FunTree uses the CATH classification to annotate and analyse super families of enzymes. In particular the relationships between known 3 dimensional structures, associated sequences and the enzyme chemistry is highlighted. This can be used to place structures and sequences in context of their evolution and the range and similarities / differences in the reaction chemistry (both bond order changes and small molecule substructure). In addition it can be used to infer the possible range of reactions of enzyme structures and sequences that do not have a known function as well as indicating other reactions or substrates available to an enzyme that as yet may not have been observed (enzyme promiscuity).
Often the domain super families can be highly diverse. This diversity prohibits confident atomic superimposition of all the structures in the super family. Thus, the super family is sub-clustered into distant structural clusters, where all structures have a SIMAX score of less than 9 Angstroms between each other (where SIMAX is the RMSD between two domains multiplied by the he number of residues in the larger domain divided by the number of aligned residues).
The structural superimposition is used to generate a structure guided sequence alignment based on a novel agglomerative clustering technique. The resulting alignment is then used to generate a phylogenetic tree using the methods implemented in TreeBest. The species tree required by TreeBest to guide the phylogenetic tree is derived from the species relationships as defined by the NCBI Taxonomic definitions.
For each of the domain structures / sequences the Enzyme Commission (E.C.) code is collect (if it has been assigned) either from UniProtKB or from the annotation made by the depositing crystallographer. The reaction (or reactions) associated with that EC code is compared to each other using ECBlast and the substrate and product small molecule substructure similarities are also compared using SMSD.
Please see the following papers
Various views of the collected and processed data are shown (described below) for the entire super family and for each of the sub-clusters.

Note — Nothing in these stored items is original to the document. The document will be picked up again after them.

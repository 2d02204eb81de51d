import Link from "next/link";
import { boreMaterialLabel, type BoreMaterial } from "@/lib/bore-materials";
import type { HistoryEntry } from "@/server/stones/history";
import type { DisplayUnits } from "@/shared/units";
import { fieldLabel, showField } from "@/shared/stones/format";
import { dateTimeText } from "@/shared/time";

const KIND_WORDS = { create: "Added", update: "Changed", retire: "Retired", reactivate: "Back in use", restore: "Restored" } as const;

export function subjectOf(entry: HistoryEntry): string {
  if (entry.subject === "stone") return "Stone set";
  const material = (entry.newValues.boreMaterial ?? entry.oldValues?.boreMaterial) as BoreMaterial | undefined;
  return `Rate row · ${material ? boreMaterialLabel(material) : "?"}`;
}

/** Every change of the stone and its rate rows, newest first: who, when, why and what changed. */
export function HistoryList({ stoneId, entries, units, timeZone }: { stoneId: string; entries: HistoryEntry[]; units: DisplayUnits; timeZone: string }) {
  if (entries.length === 0) return <p className="text-ink-soft">No changes recorded yet.</p>;
  return (
    <ol className="flex flex-col divide-y divide-rule" data-testid="history-list">
      {entries.map((e) => (
        <li key={e.id} className="flex flex-col gap-1 py-3" data-testid="history-entry">
          <div className="flex flex-wrap items-baseline gap-x-3 gap-y-1">
            <span className="font-semibold">{KIND_WORDS[e.kind]}{e.kind === "restore" && e.restoredFromVersion ? ` version ${e.restoredFromVersion}` : ""}</span>
            <span className="text-ink-soft">{subjectOf(e)}</span>
            <span className="num text-caption text-ink-soft">v{e.version}</span>
            <span className="text-caption text-ink-soft"><span className="num">{dateTimeText(e.changedAt, timeZone)}</span> · {e.changedByName ?? "former member"}</span>
            <Link href={`/stones/${stoneId}/versions/${e.id}`} className="ml-auto inline-flex min-h-touch items-center rounded-md px-3 font-semibold text-steel hover:bg-steel-light" data-testid="view-version">
              View version
            </Link>
          </div>
          <p data-testid="history-reason">“{e.reason}”</p>
          {e.kind !== "create" && e.changed.length > 0 ? (
            <ul className="text-caption text-ink-soft">
              {e.changed.slice(0, 6).map((field) => (
                <li key={field}>
                  {fieldLabel(field)}: <span className="num">{showField(field, e.oldValues?.[field], units)}</span> → <span className="num text-ink">{showField(field, e.newValues[field], units)}</span>
                </li>
              ))}
              {e.changed.length > 6 ? <li>and {e.changed.length - 6} more</li> : null}
            </ul>
          ) : null}
        </li>
      ))}
    </ol>
  );
}
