import { notFound } from "next/navigation";
import { Card, PageTitle } from "@/components/ui/card";
import { BackLink } from "@/components/ui/back-link";
import { BillingForm } from "@/components/billing/billing-form";
import { orNotFound, pageActor } from "@/server/http/page";
import { customerOfJob } from "@/server/billing/quotes";
import { createJobQuoteAction } from "../actions";

export const metadata = { title: "New quote" };

export default async function NewQuotePage({ searchParams }: { searchParams: Promise<{ job?: string }> }) {
  const actor = await pageActor("quotes.edit", "/quotes");
  const { job: jobId } = await searchParams;
  if (!jobId || jobId.length > 36) notFound();
  const job = await orNotFound(customerOfJob({ actor, jobId }));
  return (
    <>
      <BackLink href={`/jobs/${job.jobId}`}>Back to job #{job.number}</BackLink>
      <PageTitle>Quote job #{job.number}<span className="block text-body font-normal text-ink-soft">{job.engine}: priced from its saved plan and the price list, plus a line of your own.</span></PageTitle>
      <Card>
        <BillingForm action={createJobQuoteAction} withId hidden={{ jobId: job.jobId }} testId="quote-form" submitLabel="Draft the quote" fields={[
          { name: "customerName", label: "Customer", defaultValue: job.name, maxLength: 120 },
          { name: "customerEmail", label: "Customer's e-mail", defaultValue: job.email, inputMode: "email", maxLength: 254 },
          { name: "note", label: "Note to the customer", maxLength: 2000 },
          { name: "lineDescription", label: "Extra line (optional)", maxLength: 200, hint: "e.g. a gasket set" },
          { name: "lineQuantity", label: "Quantity", inputMode: "decimal", defaultValue: "1" },
          { name: "lineUnitPrice", label: "Unit price", inputMode: "decimal" },
          { name: "lineTaxRate", label: "Tax rate", unit: "%", inputMode: "decimal", defaultValue: "0" },
        ]} />
      </Card>
    </>
  );
}
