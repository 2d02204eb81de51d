import { boreMaterialLabel } from "@/lib/bore-materials";
import { LearnedInterval, runsText } from "@/components/learning/learned-rate";
import { RateChartLazy } from "@/components/learning/rate-chart-lazy";
import { AdoptForm } from "@/components/learning/adopt-form";
import type { StoneLearning } from "@/server/learning/queries";
import type { FormAction } from "@/shared/action-result";
import { micro } from "@/shared/units";

const dt = "text-ink-soft";

/** Per bore material × machine: the table's rate, the learned one, the chart of every run, and Adopt for the lead. */
export function LearningCard<T>({ entries, adopt, timeZone }: { entries: StoneLearning[]; adopt: FormAction<T> | null; timeZone: string }) {
  if (entries.length === 0) {
    return <p className="text-ink-soft">No runs with a reading before and after them are logged for this stone set yet: the plans use the table alone.</p>;
  }
  return (
    <div className="flex flex-col gap-8">
      {entries.map((e) => {
        const id = `${e.boreMaterial}-${e.machineId}`;
        const learnedUm = e.learned ? e.tableRateUm * e.learned.multiplier : null;
        return (
          <section key={id} className="flex flex-col gap-3" data-testid={`learning-${id}`}>
            <h3 className="text-lead font-semibold">{boreMaterialLabel(e.boreMaterial)} · {e.machineName}</h3>
            <dl className="grid grid-cols-[max-content_1fr] gap-x-4 gap-y-1">
              <dt className={dt}>Table (rate row v{e.rateVersion})</dt>
              <dd className="num">{micro(e.tableRateUm, 3)} per double stroke</dd>
              <dt className={dt}>Learned</dt>
              <dd className="num" data-testid="learned-value">
                {e.learned && learnedUm !== null
                  ? <>{micro(learnedUm, 3)} per double stroke · <LearnedInterval learned={e.learned} /> · {runsText(e.learned)}</>
                  : "no runs on this version yet: the table alone"}
              </dd>
            </dl>
            <RateChartLazy points={e.points} tableRateUm={e.tableRateUm} learnedRateUm={learnedUm} testId={`rate-chart-${id}`} timeZone={timeZone} />
            {adopt && e.learned && e.learned.runsUsed > 0 ? (
              <div className="max-w-xl">
                <p className="mb-2 text-caption text-ink-soft">
                  Adopt writes {micro(learnedUm, 3)} into the rate row as version {e.rateVersion + 1} for every machine; learning then starts again from it.
                </p>
                <AdoptForm action={adopt} rateRowId={e.rateRowId} machineId={e.machineId} expectedVersion={e.rateVersion} testId={`adopt-${id}`} />
              </div>
            ) : null}
          </section>
        );
      })}
    </div>
  );
}
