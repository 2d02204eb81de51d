import "server-only";
import { parseLength } from "@/lib/honing";
import type { Actor } from "@/server/auth/policy";
import { getUnitSystem } from "@/server/jobs/queries";
import { displayUnits, type DisplayUnits } from "@/server/jobs/units";

/** The signed-in user's display units (metric → mm and µm, inch → in and thou). */
export async function viewerUnits(actor: Actor): Promise<DisplayUnits> {
  return displayUnits(await getUnitSystem({ userId: actor.userId }));
}

/** The length fields of the library forms: a bare number in them is in the user's size unit. */
export const STONE_LENGTH_FIELDS = ["stoneLengthUm", "stoneWidthUm", "startHeightUm", "wearLimitHeightUm", "currentHeightUm"] as const;
export const RATE_LENGTH_FIELDS = ["referenceBoreLengthUm", "referenceDiameterUm"] as const;
export const MACHINE_LENGTH_FIELDS = ["maxStrokeLengthUm", "headStoneLengthUm"] as const;

const BARE_NUMBER = /^[+-]?(\d+(\.\d*)?|\.\d+)$/;

/**
 * A form's length text read in the user's unit, for the shared schemas (whose bare numbers mean mm):
 * a length becomes µm rounded to the database's 0.1 µm, so an untouched field compares equal to what
 * is stored; text that is not a length keeps its words (and gains the user's unit if bare) so the
 * schema refuses it with the same reason the field showed.
 */
export function readLengthText(value: unknown, units: DisplayUnits): unknown {
  if (typeof value !== "string" || value.trim() === "") return value;
  const text = BARE_NUMBER.test(value.trim()) ? `${value.trim()} ${units.size}` : value;
  const parsed = parseLength(text, units.size);
  return parsed.ok ? Math.round(parsed.um * 10) / 10 : text;
}

/** The form input with each named length field read in the actor's unit. */
export async function withUserLengths(actor: Actor, input: Record<string, unknown>, fields: readonly string[]): Promise<Record<string, unknown>> {
  const units = await viewerUnits(actor);
  const out = { ...input };
  for (const field of fields) if (field in out) out[field] = readLengthText(out[field], units);
  return out;
}
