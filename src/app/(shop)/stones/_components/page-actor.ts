import "server-only";
import { notFound, redirect } from "next/navigation";
import { getViewer } from "@/server/auth/current";
import { can, type Actor, type Permission } from "@/server/auth/policy";
import { AppError } from "@/server/errors";

/** The actor of a library page; without the permission the page sends them back to `fallback`. */
export async function pageActor(permission?: Permission, fallback = "/stones"): Promise<Actor> {
  const viewer = await getViewer();
  if (!viewer?.actor) redirect("/sign-in");
  if (permission && !can(viewer.actor, permission)) redirect(fallback);
  return viewer.actor;
}

/** A row that is missing or belongs to another shop shows the 404 page. */
export async function orNotFound<T>(load: Promise<T>): Promise<T> {
  try {
    return await load;
  } catch (error) {
    if (error instanceof AppError && error.code === "not_found") notFound();
    throw error;
  }
}
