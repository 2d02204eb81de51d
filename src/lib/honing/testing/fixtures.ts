/**
 * Example inputs for the honing tests and bench. The stone rows and machine are INVENTED example
 * inputs (labelled demo), not check values; where a figure matches trade-facts it says so.
 */
import type { MachineInput, PlanHoneInput, StoneInput } from "../index";

const THOU = 25.4;

/** Demo stones (invented). Finish rate 0.5 µm per double stroke as in trade-facts §11.28; stone 75 mm as §11.26. */
export const demoStones = (): StoneInput[] => [
  {
    id: "demo-coarse", role: "coarse", stoneLengthUm: 75_000, currentHeightUm: 6_000, wearLimitHeightUm: 1_000,
    rate: { removalPerDoubleStrokeUm: 1.2, referencePressure: 1, referenceBoreLengthUm: 140_000, uncertaintyFraction: 0.25, raUm: 1.6, rzUm: 7, wearUmPerUmStock: 0.5 },
  },
  {
    id: "demo-finish", role: "finish", stoneLengthUm: 75_000, currentHeightUm: 6_000, wearLimitHeightUm: 1_000,
    rate: { removalPerDoubleStrokeUm: 0.5, referencePressure: 1, referenceBoreLengthUm: 140_000, uncertaintyFraction: 0.25, raUm: 0.5, rzUm: 3, wearUmPerUmStock: 0.3 },
  },
  {
    id: "demo-plateau", role: "plateau", stoneLengthUm: 75_000, currentHeightUm: 6_000, wearLimitHeightUm: 1_000,
    rate: { removalPerDoubleStrokeUm: 0.2, referencePressure: 1, referenceBoreLengthUm: 140_000, uncertaintyFraction: 0.3, raUm: 0.3, rzUm: 1.5, wearUmPerUmStock: 0.2 },
  },
];

/** Demo machine (invented ranges). */
export const demoMachine = (): MachineInput => ({
  spindleRpmMin: 80, spindleRpmMax: 400, doubleStrokesPerMinMin: 20, doubleStrokesPerMinMax: 200,
  maxStrokeLengthUm: 250_000, drive: "constant",
});

/**
 * Common practice (practitioner account in issue 3): forged coated-skirt piston 93.92 mm,
 * clearance about 0.004 in → about 94.02 mm. The ±0.0005 in band around it is a demo choice.
 */
export const demoPiston = () => ({
  pistonDiameterUm: 93_920, clearanceMinUm: 3.5 * THOU, clearanceMaxUm: 4.5 * THOU, clearanceTargetUm: 4 * THOU,
});

export const demoInput = (overrides: Partial<PlanHoneInput> = {}): PlanHoneInput => ({
  piston: demoPiston(),
  bore: { kind: "diameter", diameterUm: 93_950 },
  stones: demoStones(),
  machine: demoMachine(),
  boreLengthUm: 140_000,
  ...overrides,
});
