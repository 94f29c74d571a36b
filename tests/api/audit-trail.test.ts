import { afterAll, beforeAll, describe, expect, it } from 'vitest'
import { makeTeam, TEST_PASSWORD, uniqueEmail } from '../support/factories.js'
import { Client, createTestContext, type TestContext } from '../support/test-app.js'

/** The audit trail: append-only at the database level (21 CFR 11.10(e); ASVS 5.0 16.4.2). */
let ctx: TestContext
let team: Awaited<ReturnType<typeof makeTeam>>
let lead: Client
beforeAll(async () => {
  ctx = await createTestContext()
  team = await makeTeam(ctx.dataSource)
  lead = new Client(ctx.app)
  await lead.signIn(team.users.lead.email, TEST_PASSWORD)
})
afterAll(() => ctx?.close())

describe('audit trail', () => {
  it('refuses UPDATE, DELETE and TRUNCATE on the audit table, even from the app\'s own database role', async () => {
    await lead.patch(`/api/studies/${team.study.id}`, { summary: 'An audited change' })
    const [row] = await ctx.dataSource.query(`SELECT id FROM audit_events WHERE study_id = $1 LIMIT 1`, [team.study.id])
    expect(row).toBeDefined()
    await expect(ctx.dataSource.query(`UPDATE audit_events SET action = 'tampered' WHERE id = $1`, [row.id])).rejects.toThrow(/append-only/)
    await expect(ctx.dataSource.query(`DELETE FROM audit_events WHERE id = $1`, [row.id])).rejects.toThrow(/append-only/)
    await expect(ctx.dataSource.query(`TRUNCATE audit_events`)).rejects.toThrow(/append-only/)
    const [still] = await ctx.dataSource.query(`SELECT action FROM audit_events WHERE id = $1`, [row.id])
    expect(still.action).not.toBe('tampered')
  })

  it('records sign-in, sign-out, invitations, role changes and study changes with actor, time and address', async () => {
    const coder = new Client(ctx.app)
    await coder.signIn(team.users.coder.email, TEST_PASSWORD)
    await coder.post('/api/auth/logout')
    await new Client(ctx.app).signIn(team.users.coder.email, 'definitely not the password')
    const invited = uniqueEmail('invitee')
    expect((await lead.post(`/api/studies/${team.study.id}/invitations`, { email: invited, role: 'coder' })).status).toBe(201)
    expect((await lead.patch(`/api/studies/${team.study.id}/members/${team.memberships.partner.id}`, { role: 'coordinator' })).status).toBe(200)
    expect((await lead.patch(`/api/studies/${team.study.id}`, { targetSampleSize: 14 })).status).toBe(200)

    const rows: { action: string; actor_email: string; ip: string; at: Date; details: Record<string, unknown> }[] = await ctx.dataSource.query(
      `SELECT action, actor_email, ip, at, details FROM audit_events ORDER BY id`,
    )
    const actions = rows.map((r) => r.action)
    for (const expected of ['auth.signed_in', 'auth.signed_out', 'auth.sign_in_failed', 'invitation.sent', 'member.role_changed', 'study.updated']) {
      expect(actions).toContain(expected)
    }
    const roleChange = rows.find((r) => r.action === 'member.role_changed')!
    expect(roleChange.actor_email).toBe(team.users.lead.email)
    expect(roleChange.details).toEqual({ from: 'partner', to: 'coordinator' })
    expect(roleChange.ip).toMatch(/127\.0\.0\.1/)
    const change = rows.find((r) => r.action === 'study.updated' && 'targetSampleSize' in ((r.details.changes as object) ?? {}))!
    expect(change.details.changes).toEqual({ targetSampleSize: { from: null, to: 14 } })
  })

  it('lets the lead page and filter the study\'s trail on the server', async () => {
    for (let i = 0; i < 4; i++) await lead.patch(`/api/studies/${team.study.id}`, { summary: `Revision ${i}` })
    const first = await lead.get(`/api/studies/${team.study.id}/audit?page=1&pageSize=2`)
    expect(first.status).toBe(200)
    expect(first.body.events).toHaveLength(2)
    expect(first.body.total).toBeGreaterThanOrEqual(6)
    const second = await lead.get(`/api/studies/${team.study.id}/audit?page=2&pageSize=2`)
    expect(second.body.events[0].id).not.toBe(first.body.events[0].id)
    const filtered = await lead.get(`/api/studies/${team.study.id}/audit?action=invitation&pageSize=50`)
    expect(filtered.body.events.length).toBeGreaterThan(0)
    expect(filtered.body.events.every((e: { action: string }) => e.action.startsWith('invitation.'))).toBe(true)
    const byActor = await lead.get(`/api/studies/${team.study.id}/audit?actor=${encodeURIComponent('nobody@else')}`)
    expect(byActor.body.total).toBe(0)
  })

  it('keeps one study\'s trail out of another study\'s view', async () => {
    const outsider = new Client(ctx.app)
    await outsider.signIn(team.users.outsider.email, TEST_PASSWORD)
    const own = await outsider.get(`/api/studies/${team.other.id}/audit`)
    expect(own.status).toBe(200)
    expect(own.body.events.every((e: { targetId: string }) => e.targetId !== team.study.id)).toBe(true)
    expect((await outsider.get(`/api/studies/${team.study.id}/audit`)).status).toBe(403)
  })
})

describe('site-wide audit trail', () => {
  it('shows the site administrator sign-ins and failed sign-ins, and only the administrator', async () => {
    const admin = new Client(ctx.app)
    await admin.signIn(team.users.admin.email, TEST_PASSWORD)
    await new Client(ctx.app).signIn(team.users.coordinator.email, 'a wrong password for the trail')
    const res = await admin.get('/api/audit?action=auth.sign_in_failed&pageSize=100')
    expect(res.status).toBe(200)
    expect(res.body.events.some((e: { actorEmail: string }) => e.actorEmail === team.users.coordinator.email)).toBe(true)
    // study changes stay in the study's own trail
    const all = await admin.get('/api/audit?pageSize=100')
    expect(all.body.events.some((e: { action: string }) => e.action === 'study.updated')).toBe(false)
    expect((await lead.get('/api/audit')).status).toBe(403)
  })
})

A blue number - this is the confidence score provided by TreeBest for the bifurcation at the node. Please note that as these trees are automatically generated some of the trees might have low confidence scores at nodes in the tree. These trees should be considered with caution as they may not be reliable.
The first number/text section is the node name (internal to FunTree) made up of a number and the taxonomic code. The next three circles represents the similairty between overall reactions (if the branch represnts an enzyme). Colouring is based on the degree of similarity as calulated by EC-Blast and clustered using PVClust in R. The three circles represent bond order, reaction center and sub-structure similairty scores represctivly. These are folowed by the primary EC number, which is hyperlinked to the IntEnz database, and the UniprotKB identifier (that links to the UniprotKB record). If the sequence represnts a known stuctureal domain then the PDB identified (linked to PDBe entry) and CATH domain (lined to the CATH domain pages) are shown.
Finally on the far right the multi domain architecture of the protein of each leaf is depicted. Domains are given unique colours. Domain annotation is derived from Gene3D. The domains are shown as bars along a line, the position and relative proportion of which is proportional to the total sequence. Hovering over each bar will show the domain CATH code.
It is important to note that both GO and E.C. annotations are assigned to entire gene products and not to domains. Thus as FunTree is a domain centric resource some annotations might not be being performed soley by that particular domain. Most functions can be asscribed to a single domain but many are a product of domain combinations or multipule gene products i.e. molecular machines. We and others are working on methods to over come this annotation problem.
This shows a reduced version of the phylogenetic tree where all the nodes that ahve an E.C. annotation (at the E.C. third level) are shown as a circular tree. At the end of each branch the E.C. code is shown. as well as the FunTree leaf idenifier. By hovering over a leaf the contrbution that the function has at each internal node in the lineage is shown. Conversely, hovering over an internal node shows the most probable function at that node.
This page shows a similarity tree of all the small molecules found in all the reaction in the cluster / super family. The similarities are calculated using SMSD and the clustering is made using the PVClust methods as implemented in R.
This page shows three similarity trees of all the reactions molecules found in the cluster / super family. The similarities are calculated using ECBlast and the clustering is made using the PVClust methods as implemented in R. Three different trees can be selected for. Each tree is based on a different measure of reaction similarity: bond order changes only; overall small molecule substructure similarity or a combination of the two. Each leaf shows a schematic of the reaction. The default shown is for bond similarity.
This page shows the E.C. hierarchy as an un-rooted tree. The braches corresponding to the E.C. codes found in the cluster / super family are highlighted and the E.C. code shown in blue at the leaf and internal nodes.
The alignment page shows a JalView applet of the alignment used to build the phylogenetic tree. The sequences in the alignment that have a known structure are annotated by secondary structure and catalytic side residues as catalogued the CSA. If the active site residues are found in the curated section of the CSA it is coloured bright red. Otherwise if it comes from the predicted section it is coloured light red.
This page shows an interactive force directed graph of the multi domain architectures as generated by ArchSchema. In addition to the MDA's, the E.C. codes annotated by UniProtKB for sequences for each MDA are shown. The key to both the MDA's is shown in the table to the left of the graph.